Experimentally assessing the uncertainty of forecasts of geological carbon storage

Abstract

Geological storage of carbon dioxide is a cornerstone in almost every realistic emissions reduction scenario outlined by the Intergovernmental Panel on Climate Change. Our ability to accurately forecast storage efficacy is, however, mostly unknown due to the long timescales involved (hundreds to thousands of years). To study perceived forecast accuracy, we designed a double-blind forecasting study. As ground truth, we constructed a laboratory-scale carbon storage operation, retaining the essential physical processes active on the field scale, within a time span of five days. Separately, academic groups with experience in carbon storage research were invited to forecast key carbon storage efficacy metrics.

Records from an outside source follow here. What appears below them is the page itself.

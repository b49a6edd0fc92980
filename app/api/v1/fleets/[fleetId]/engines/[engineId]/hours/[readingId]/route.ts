import * as z from "zod";
import { Reading, ReadingChange } from "@/lib/core/contract/engine";
import { Id } from "@/lib/core/contract/id";
import { correctReading, takeBackReading } from "@/lib/server/engines/correct-reading";
import { getReading } from "@/lib/server/engines/readings";
import { endpoint } from "@/lib/server/web/endpoint";

const params = z.object({ fleetId: Id, engineId: Id, readingId: Id });

export const GET = endpoint({
  permission: "fleet:read",
  summary: "A reading of the hour meter with all that was ever written of it",
  params,
  output: Reading,
  run: (scope, { params }) => getReading(scope, params.engineId, params.readingId),
});

export const PUT = endpoint({
  permission: "engine:write",
  summary: "Correct a reading; what it said stays readable",
  params,
  input: ReadingChange,
  output: Reading,
  versioned: true,
  run: (scope, { params, input, version }) => correctReading(scope, params.engineId, params.readingId, input, version),
});

export const DELETE = endpoint({
  permission: "engine:write",
  summary: "Take a reading back that was written down by mistake; it stays readable and counts for nothing",
  params,
  versioned: true,
  run: (scope, { params, version }) => takeBackReading(scope, params.engineId, params.readingId, version),
});
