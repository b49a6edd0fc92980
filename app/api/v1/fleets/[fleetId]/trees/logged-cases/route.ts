import * as z from "zod";
import { Id } from "@/lib/core/contract/id";
import { LoggedCase } from "@/lib/core/contract/logged-case";
import { listLoggedCases } from "@/lib/server/trees/logged-cases";
import { endpoint } from "@/lib/server/web/endpoint";

export const GET = endpoint({
  permission: "tree:write",
  summary: "Diagnoses that ended in a proved cure, as known cases, the newest first",
  params: z.object({ fleetId: Id }),
  query: z.object({ limit: z.coerce.number().int().min(1).max(500).default(200) }),
  output: z.object({ items: z.array(LoggedCase) }),
  run: async (scope, { query }) => ({ items: await listLoggedCases(scope, query.limit) }),
});
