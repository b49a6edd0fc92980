import { pgTable, text, uuid } from "drizzle-orm/pg-core";
import { createdAt, moment } from "./wall";

/** A person who can sign in. The address has been proved by a mail before the row is made; kept in lower case. */
export const users = pgTable("users", {
  id: uuid().primaryKey(),
  name: text().notNull(),
  email: text().notNull().unique(),
  createdAt: createdAt(),
});

/** Apart from users, so that no query of people can carry a hash along. */
export const credentials = pgTable("credentials", {
  userId: uuid()
    .primaryKey()
    .references(() => users.id, { onDelete: "cascade" }),
  passwordHash: text().notNull(),
  changedAt: moment().notNull().defaultNow(),
});
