import { pgTable, primaryKey, text, uuid } from "drizzle-orm/pg-core";
import { createdAt, fleetId, moment, version, wall, wallOfFleets } from "./wall";

export const fleets = pgTable(
  "fleets",
  {
    id: uuid().primaryKey(),
    name: text().notNull(),
    version: version(),
    createdAt: createdAt(),
  },
  () => [wallOfFleets()],
);

/** The fleet's own card of everyone who is or was in it: names for the log, without a look at the identity tables. Can be blanked when someone asks for it. */
export const people = pgTable(
  "people",
  {
    fleetId: fleetId().references(() => fleets.id, { onDelete: "cascade" }),
    userId: uuid().notNull(),
    name: text().notNull(),
    joinedAt: createdAt(),
    leftAt: moment(),
  },
  (t) => [primaryKey({ columns: [t.fleetId, t.userId] }), wall()],
);
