import { boolean, doublePrecision, foreignKey, index, jsonb, pgTable, primaryKey, text, uuid } from "drizzle-orm/pg-core";
import type { Boat, EngineProfile } from "../../lib/core/contract/engine";
import { fleets, people } from "./fleets";
import { createdAt, fleetId, moment, version, wall } from "./wall";

export const boats = pgTable(
  "boats",
  {
    fleetId: fleetId().references(() => fleets.id, { onDelete: "cascade" }),
    id: uuid().notNull(),
    name: text().notNull(),
    callMinutes: jsonb().$type<Boat["callMinutes"]>().notNull().default({}),
    version: version(),
    createdAt: createdAt(),
    /** Sold or given up: no longer offered, its log stays. */
    removedAt: moment(),
  },
  (t) => [primaryKey({ columns: [t.fleetId, t.id] }), wall()],
);

export const engines = pgTable(
  "engines",
  {
    fleetId: fleetId(),
    id: uuid().notNull(),
    boatId: uuid().notNull(),
    name: text().notNull(),
    hasHourMeter: boolean().notNull().default(true),
    estimatedHoursPerYear: doublePrecision(),
    profile: jsonb().$type<EngineProfile>().notNull(),
    version: version(),
    createdAt: createdAt(),
    removedAt: moment(),
  },
  (t) => [
    primaryKey({ columns: [t.fleetId, t.id] }),
    foreignKey({ columns: [t.fleetId, t.boatId], foreignColumns: [boats.fleetId, boats.id] }).onDelete("cascade"),
    index().on(t.fleetId, t.boatId),
    wall(),
  ],
);

export const hourReadings = pgTable(
  "hour_readings",
  {
    fleetId: fleetId(),
    id: uuid().notNull(),
    engineId: uuid().notNull(),
    /** What the meter showed, in hours. */
    reading: doublePrecision().notNull(),
    readAt: moment().notNull(),
    /** The meter was replaced or set back; hours go on from `reading`. */
    reset: boolean().notNull().default(false),
    by: uuid().notNull(),
    version: version(),
    createdAt: createdAt(),
    /** Written down by mistake: counts for nothing, and stays readable. */
    takenBackAt: moment(),
  },
  (t) => [
    primaryKey({ columns: [t.fleetId, t.id] }),
    foreignKey({ columns: [t.fleetId, t.engineId], foreignColumns: [engines.fleetId, engines.id] }).onDelete("cascade"),
    foreignKey({ columns: [t.fleetId, t.by], foreignColumns: [people.fleetId, people.userId] }),
    index().on(t.fleetId, t.engineId, t.readAt),
    wall(),
  ],
);
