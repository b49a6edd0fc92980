import "server-only";
import { eq } from "drizzle-orm";
import { uuidv7 } from "uuidv7";
import { identityDatabase, type Database, type Transaction } from "@/db/client";
import { fleets, people } from "@/db/schema/fleets";
import { memberships } from "@/db/schema/memberships";
import { ROLES, type Role } from "@/lib/core/access/roles";
import { inFleet } from "../auth/fleet-transaction";
import type { Person } from "../auth/person";
import { fleetsOf } from "./queries";

type Newcomer = { userId: string; name: string };

/**
 * Starts a fleet with its first member, who is owner, skipper and mechanic. The fleet stands on the far side of the wall
 * between the two roles, so it is made first; where `join` fails it is taken away again.
 */
export async function startFleet(name: string, first: Newcomer, join: (fleetId: string) => Promise<void>): Promise<string> {
  const fleetId = uuidv7();
  await inFleet(fleetId, async (tx) => {
    await tx.insert(fleets).values({ id: fleetId, name });
    await tx.insert(people).values({ fleetId, userId: first.userId, name: first.name });
  });
  try {
    await join(fleetId);
  } catch (error) {
    await inFleet(fleetId, (tx) => tx.delete(fleets).where(eq(fleets.id, fleetId)));
    throw error;
  }
  return fleetId;
}

/** A fleet for somebody who has an account and is in none: removed from their last one, or never in any. null where they are in one. */
export async function startFleetAfresh(person: Person, name: string): Promise<string | null> {
  if ((await fleetsOf(person)).length > 0) return null;
  return startFleet(name, person, (fleetId) => joinAsFirst(identityDatabase(), fleetId, person.userId));
}

/** The membership that makes somebody owner, skipper and mechanic of a fleet just started. */
export async function joinAsFirst(on: Database | Transaction, fleetId: string, userId: string): Promise<void> {
  await on.insert(memberships).values({ fleetId, userId, roles: [...ROLES] });
}

/** Puts a person's card into the fleet; the fleet's log refers to it. One who comes back gets the old card. */
async function writeCard(fleetId: string, { userId, name }: Newcomer): Promise<void> {
  await inFleet(fleetId, (tx) =>
    tx
      .insert(people)
      .values({ fleetId, userId, name })
      .onConflictDoUpdate({ target: [people.fleetId, people.userId], set: { name, leftAt: null } }),
  );
}

/** Somebody joins a fleet with these roles: what accepting an invitation does, and loading the demo fleet. */
export async function addMember(
  fleetId: string,
  person: Newcomer,
  roles: readonly Role[],
  on: Database | Transaction = identityDatabase(),
): Promise<void> {
  await writeCard(fleetId, person);
  await on
    .insert(memberships)
    .values({ fleetId, userId: person.userId, roles: [...roles] })
    .onConflictDoNothing();
}
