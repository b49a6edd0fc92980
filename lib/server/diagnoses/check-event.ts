import "server-only";
import type { DiagnosisEvent } from "@/lib/core/contract/event";
import type { FaultTree } from "@/lib/core/tree/schema";
import { convert, findUnit } from "@/lib/core/units/units";

/**
 * Why an event cannot belong to a diagnosis made with this tree, in words; null
 * when it can. Devices send answers in the tree's own keys; what the answers
 * mean is worked out here as there.
 */
export function refusalOf(event: DiagnosisEvent, tree: FaultTree): string | null {
  switch (event.kind) {
    case "begun":
      return firstOf(event.payload.symptoms.map((key) => unknown("symptom", key, tree.symptoms)));
    case "symptom-told":
      return unknown("symptom", event.payload.symptom, tree.symptoms);
    case "rule-answered":
      return unknown("stop rule", event.payload.rule, tree.stopRules);
    case "remedy-tried":
      return unknown("remedy", event.payload.remedy, tree.remedies);
    case "feature-told": {
      const feature = tree.features.find((f) => f.key === event.payload.feature);
      return feature
        ? unknown(`option of "${feature.key}"`, event.payload.option, feature.options)
        : unknown("feature", event.payload.feature, []);
    }
    case "ended": {
      const { cause, remedy } = event.payload;
      return firstOf([cause ? unknown("cause", cause, tree.causes) : null, remedy ? unknown("remedy", remedy, tree.remedies) : null]);
    }
    case "answered":
      return answerRefusal(event.payload, tree);
    default:
      return null;
  }
}

type Answered = Extract<DiagnosisEvent, { kind: "answered" }>["payload"];

function answerRefusal({ check: key, answer }: Answered, tree: FaultTree): string | null {
  const check = tree.checks.find((c) => c.key === key);
  if (!check) return unknown("check", key, []);
  if ("finding" in answer) return unknown(`finding of "${check.title}"`, answer.finding, check.findings);
  if (!("value" in answer)) return null;
  const { reading } = check;
  if (!reading) return `"${check.title}" is not read off an instrument: answer with one of its findings.`;
  const unit = findUnit(answer.unit);
  if (!unit) return `"${answer.unit}" is not a unit known here.`;
  if (unit.quantity !== reading.quantity) return `"${answer.unit}" does not measure ${reading.quantity}, which "${check.title}" asks for.`;
  const value = convert(answer.value, answer.unit, reading.unit);
  if (value < reading.from || value > reading.to)
    return `${answer.value} ${answer.unit} is off the scale of "${check.title}": ${reading.from} to ${reading.to} ${reading.unit}.`;
  return null;
}

const unknown = (what: string, key: string, known: readonly { key: string }[]): string | null =>
  known.some((one) => one.key === key) ? null : `This version of the tree has no ${what} "${key}".`;

const firstOf = (refusals: readonly (string | null)[]): string | null => refusals.find((says) => says !== null) ?? null;
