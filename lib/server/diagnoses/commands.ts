import "server-only";
import { and, eq, isNull } from "drizzle-orm";
import { engines } from "@/db/schema/boats";
import { diagnoses, diagnosisEvents } from "@/db/schema/diagnoses";
import { logEntries } from "@/db/schema/log-entries";
import { DiagnosisEvent, type EventOf, type EventReceipt } from "@/lib/core/contract/event";
import { allKeepable } from "@/lib/core/contract/kept-text";
import { Problem } from "@/lib/core/contract/problem";
import type { FleetScope } from "@/lib/server/auth/scope";
import { projectDiagnosis } from "@/lib/server/log/project-diagnosis";
import { pinnedVersion } from "@/lib/server/trees/pinned-version";
import { documentOf, findTreeVersion } from "@/lib/server/trees/queries";
import { refusalOf } from "./check-event";
import { sortOut } from "./sort-out";
import { rowOf } from "./stored-events";

/** An event as it came, of which only the id is sure. */
export type PostedEvent = { id: string } & Record<string, unknown>;

/**
 * Takes in events of one diagnosis from a device's outbox. Each gets a receipt:
 * stored, a duplicate of one that is here, or rejected with the reason; one bad
 * event holds up no other. Sent twice, late, out of order or from two phones the
 * log ends the same, and the projection with it, in this transaction.
 *
 * @throws Problem 404 when the diagnosis is not in this fleet and none of the events begins it
 */
export async function recordEvents(
  scope: FleetScope<"diagnosis:write">,
  diagnosisId: string,
  posted: readonly PostedEvent[],
): Promise<EventReceipt[]> {
  const receipts = new Map<string, EventReceipt>();
  const reject = (id: string, because: string) => receipts.set(id, { id, result: "rejected", because });

  const events: DiagnosisEvent[] = [];
  for (const one of posted) {
    const parsed = DiagnosisEvent.safeParse(one);
    if (!parsed.success)
      reject(
        one.id,
        `It cannot be read: ${parsed.error.issues
          .map((i) => `${i.path.join(".")}: ${i.message}`)
          .slice(0, 3)
          .join("; ")}`,
      );
    else if (!allKeepable(parsed.data)) reject(one.id, "There is a character in it that cannot be kept.");
    else if (parsed.data.diagnosisId !== diagnosisId) reject(one.id, "It belongs to another diagnosis.");
    else events.push(parsed.data);
  }

  const begun = events.filter((event) => event.kind === "begun").sort(byDeviceAndSequence);
  for (const event of begun) await begin(scope, event);
  const [diagnosis] = await scope.tx
    .select()
    .from(diagnoses)
    .where(and(eq(diagnoses.fleetId, scope.fleetId), eq(diagnoses.id, diagnosisId)))
    .for("update"); // two phones at once: the second projects both
  if (!diagnosis) {
    const unread = posted.find((one) => one.kind === "begun" && receipts.has(one.id));
    const because = begun[0] ? await beginRefusal(scope, begun[0]) : unread && `It was not begun. ${receipts.get(unread.id)?.because}`;
    if (!because) throw Problem.notFound();
    for (const event of events) reject(event.id, because);
    return posted.map((one) => receipts.get(one.id) as EventReceipt);
  }

  const tree = await documentOf(scope, pinnedVersion(diagnosis));
  const fresh = await sortOut(scope, diagnosis, events.sort(byDeviceAndSequence), tree, receipts);
  if (fresh.length > 0) {
    await scope.tx.insert(diagnosisEvents).values(fresh.map((event) => rowOf(scope, event)));
    await projectDiagnosis(scope, diagnosisId);
  }
  return posted.map((one) => receipts.get(one.id) as EventReceipt);
}

/** Makes the diagnosis that an event begins, pinned to its tree version; nothing when it is there already or cannot be. */
async function begin(scope: FleetScope<"diagnosis:write">, event: EventOf<"begun">): Promise<void> {
  if (await beginRefusal(scope, event)) return;
  const version = await findTreeVersion(scope, event.payload.treeVersionId);
  if (!version) return;
  // A phone whose clock runs ahead does not put it above all that follow.
  const at = new Date(Math.min(Date.parse(event.madeAt), Date.now()));
  await scope.tx
    .insert(diagnoses)
    .values({
      fleetId: scope.fleetId,
      id: event.diagnosisId,
      engineId: event.payload.engineId,
      ...(version.from === "shipped" ? { shippedVersionId: version.id } : { ownVersionId: version.id }),
      begunAt: at,
      begunBy: scope.actor.userId,
      symptoms: event.payload.symptoms,
      lastEventAt: at,
    })
    .onConflictDoNothing();
}

async function beginRefusal(scope: FleetScope, event: EventOf<"begun">): Promise<string | null> {
  const [engine] = await scope.tx
    .select({ id: engines.id })
    .from(engines)
    .where(and(eq(engines.fleetId, scope.fleetId), eq(engines.id, event.payload.engineId)));
  if (!engine) return "There is no such engine in this fleet.";
  const [repair] = await scope.tx
    .select({ id: logEntries.id })
    .from(logEntries)
    .where(and(eq(logEntries.fleetId, scope.fleetId), eq(logEntries.id, event.diagnosisId), isNull(logEntries.diagnosisId)));
  if (repair) return "A repair in the log has this id already.";
  const version = await findTreeVersion(scope, event.payload.treeVersionId);
  if (!version) return "There is no such version of the fault tree.";
  return refusalOf(event, await documentOf(scope, version));
}

function byDeviceAndSequence(a: DiagnosisEvent, b: DiagnosisEvent): number {
  return a.device < b.device ? -1 : a.device > b.device ? 1 : a.sequence - b.sequence;
}
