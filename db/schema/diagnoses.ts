import { sql } from "drizzle-orm";
import { check, foreignKey, index, integer, jsonb, pgTable, primaryKey, text, unique, uuid } from "drizzle-orm/pg-core";
import type { DiagnosisEvent, EventKind, OutcomeKind } from "../../lib/core/contract/event";
import { engines } from "./boats";
import { people } from "./fleets";
import { shippedTreeVersions, treeVersions } from "./trees";
import { createdAt, fleetId, moment, wall } from "./wall";

/** One run from complaint to outcome. All but what it was begun with is a projection of its events and can be rebuilt. */
export const diagnoses = pgTable(
  "diagnoses",
  {
    fleetId: fleetId(),
    id: uuid().notNull(),
    engineId: uuid().notNull(),
    /** Pinned to a shipped version or to one of the fleet's own: one of the two. */
    shippedVersionId: uuid().references(() => shippedTreeVersions.id),
    ownVersionId: uuid(),
    begunAt: moment().notNull(),
    begunBy: uuid().notNull(),
    symptoms: text().array().notNull().default([]),
    endedAt: moment(),
    outcome: text().$type<OutcomeKind>(),
    lastEventAt: moment().notNull(),
    createdAt: createdAt(),
  },
  (t) => [
    primaryKey({ columns: [t.fleetId, t.id] }),
    foreignKey({ columns: [t.fleetId, t.engineId], foreignColumns: [engines.fleetId, engines.id] }).onDelete("cascade"),
    foreignKey({ columns: [t.fleetId, t.ownVersionId], foreignColumns: [treeVersions.fleetId, treeVersions.id] }),
    foreignKey({ columns: [t.fleetId, t.begunBy], foreignColumns: [people.fleetId, people.userId] }),
    check("diagnoses_one_tree_version", sql`num_nonnulls(shipped_version_id, own_version_id) = 1`),
    index().on(t.fleetId, t.engineId, t.begunAt),
    index().on(t.fleetId, t.begunAt),
    wall(),
  ],
);

/** The log that a diagnosis is: append-only, a trigger refuses anything else. Ordered by device and sequence, never by wall clock. */
export const diagnosisEvents = pgTable(
  "diagnosis_events",
  {
    fleetId: fleetId(),
    id: uuid().notNull(),
    diagnosisId: uuid().notNull(),
    device: uuid().notNull(),
    sequence: integer().notNull(),
    kind: text().$type<EventKind>().notNull(),
    payload: jsonb().$type<DiagnosisEvent["payload"]>().notNull(),
    seen: jsonb().$type<Record<string, number>>().notNull().default({}),
    supersedes: uuid(),
    madeAt: moment().notNull(),
    receivedAt: createdAt(),
    by: uuid().notNull(),
  },
  (t) => [
    primaryKey({ columns: [t.fleetId, t.id] }),
    foreignKey({ columns: [t.fleetId, t.diagnosisId], foreignColumns: [diagnoses.fleetId, diagnoses.id] }),
    foreignKey({ columns: [t.fleetId, t.by], foreignColumns: [people.fleetId, people.userId] }),
    unique().on(t.fleetId, t.diagnosisId, t.device, t.sequence),
    wall(),
  ],
);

The participating groups submitted forecasts in two stages: First independently without any cross-group interaction, then finally after workshops designed to share and assimilate understanding between the forecast groups. Their confidence in reported forecasts was monitored throughout the forecasting study. Our results show that participating groups provided forecasts that appear bias-free with respect to carbon storage as a technology, yet the forecast intervals are too narrow to capture the ground truth (overconfidence bias). When asked to qualitatively self-assess their forecast uncertainty (and later when asked to provide an external assessment of other forecast groups), the assessment of the participants indicated an understanding that the forecast intervals (both their own and those of others) were too narrow. However, the participants did not display an understanding of how poorly the forecast intervals calibrated to the ground truth. The quantitative uncertainty assessments contrast the qualitative comments supplied by the participants, which indicate an acute awareness of the challenges associated with assessing the uncertainty of forecasts for complex systems such as the geological storage of carbon dioxide.